Verso i 12 anni seguii con fervore il breve periodo religioso di mia sorella maggiore: voleva aiutare i poveri, facendo le questua domenicale davanti alle porta del cimitero. Con una sacchetta di velluto rosso, cercava di raccogliere qualche spicciolo. Tutta la famiglia andava al cimitero per accompagnarla. L’aspettavamo in macchina. Fuori c’era il gelo. Gli inverni a Torino erano freddissimi all’epoca. Io le portavo un thermos con il tè bollente. E la ammiravo. I miei genitori sembravano, in qualche modo, divertiti. Io ero fiera della sua decisione di darsi da fare per i poveri.

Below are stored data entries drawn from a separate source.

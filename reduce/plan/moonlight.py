"""How bright the Moon makes the sky: Krisciunas & Schaefer (1991, PASP 103, 1033)."""

from __future__ import annotations

import math

V_EXTINCTION = 0.172
"""mag per airmass, of their site; the shape of the law hardly depends on it."""
DARK_TO_NANOLAMBERT, PER_MAG = 34.08, 0.92104
LEAST_SEPARATION_DEG = 10.0
"""Nearer to the Moon the law does not hold."""


def sky_airmass(zenith_deg: float) -> float:
    """Path through the layer that scatters and shines (their eq. 3)."""
    return float((1.0 - 0.96 * math.sin(math.radians(zenith_deg)) ** 2) ** -0.5)


def nanolamberts(v_mag_arcsec2: float) -> float:
    """Surface brightness of a V magnitude per square arcsecond (their eq. 1)."""
    return DARK_TO_NANOLAMBERT * math.exp(20.7233 - PER_MAG * v_mag_arcsec2)


def v_mag_arcsec2(brightness_nl: float) -> float:
    """V magnitude per square arcsecond of a surface brightness in nanolamberts."""
    return (20.7233 - math.log(brightness_nl / DARK_TO_NANOLAMBERT)) / PER_MAG


def moonlight_nl(
    phase_deg: float,
    separation_deg: float,
    moon_altitude_deg: float,
    altitude_deg: float,
    extinction: float = V_EXTINCTION,
) -> float:
    """Moonlight in V at a place of the sky, nanolamberts (their eq. 15, 20, 21); 0 with the Moon down.

    Parameters
    ----------
    phase_deg
        0 at full Moon.
    separation_deg
        Between the Moon and that place; held at 10 degrees.
    """
    if moon_altitude_deg <= 0.0:
        return 0.0
    moon = 10.0 ** (-0.4 * (3.84 + 0.026 * abs(phase_deg) + 4e-9 * phase_deg**4))
    rho = max(separation_deg, LEAST_SEPARATION_DEG)
    scattering = 10.0**5.36 * (1.06 + math.cos(math.radians(rho)) ** 2) + 10.0 ** (6.15 - rho / 40.0)
    to_moon, to_place = sky_airmass(90.0 - moon_altitude_deg), sky_airmass(90.0 - altitude_deg)
    dimmed = 10.0 ** (-0.4 * extinction * to_moon)
    return float(scattering * moon * dimmed * (1.0 - 10.0 ** (-0.4 * extinction * to_place)))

“La religione fu soppiantata dal comunismo”
E poi cosa accadde?
Accadde che i poveri diventarono la classe operaia, e la religione fu soppiantata dal comunismo.
Mia sorella entrò nel partito comunista e io, a 14 anni, nella federazione giovanile.
In fondo tra quello che diceva il Pci e quello che predicavano i sacerdoti non vedevo tanta differenza. I principi erano gli stessi: la solidarietà, l’uguaglianza, l’aiuto ai più poveri, l’amore per il prossimo. Era semplicemente un’altra fede. Noi difendevamo la classe operaia, sposavamo la lotta di classe. E così, mia sorella, che persi quando aveva soltanto 46 anni per un tumore, passò dalla questua per i poveri, alla cellula universitaria del Partito comunista italiano. Anche lì regalava il suo tempo, la sua intelligenza, il suo impegno.
Del resto: molti dicono che il primo comunista della storia è stato Gesù. Per me il comunismo era spiritualità, qualcosa che trascendeva i piccoli egoismi quotidiani. Credevo nella politica e in parole come giustizia, libertà, uguaglianza. Non volevo cedere a sentimenti tossici come l’invidia, il possesso, la competizione sfrenata.
Poi mi sono allontanata anche da quella fede. Ho visto i crimini del comunismo realizzato in Unione Sovietica, ho visto disordinarsi le fila del comunismo italiano.
Adesso, arrivata verso la fine della mia vita, vivo come la maggior parte della popolazione, nella delusione e nel disincanto, diffido di ogni posizione politica, cerco la verità dietro ogni slogan. Non ho perso la speranza che sia possibile un mondo migliore, ma non lo so più descrivere o forse immaginare.
Se mia madre fosse ancora viva, se io fossi ancora piccola, le chiederei: “secondo te, si può vivere senza la certezza di essere ogni giorno migliore del giorno precedente? Si può ancora sognare e imparare, si può ancora aderire a qualcosa che non sia un tuo desiderio privato, una ambizione personale?”.
Al posto di mia madre, che non c’è più, potete provare a rispondermi voi?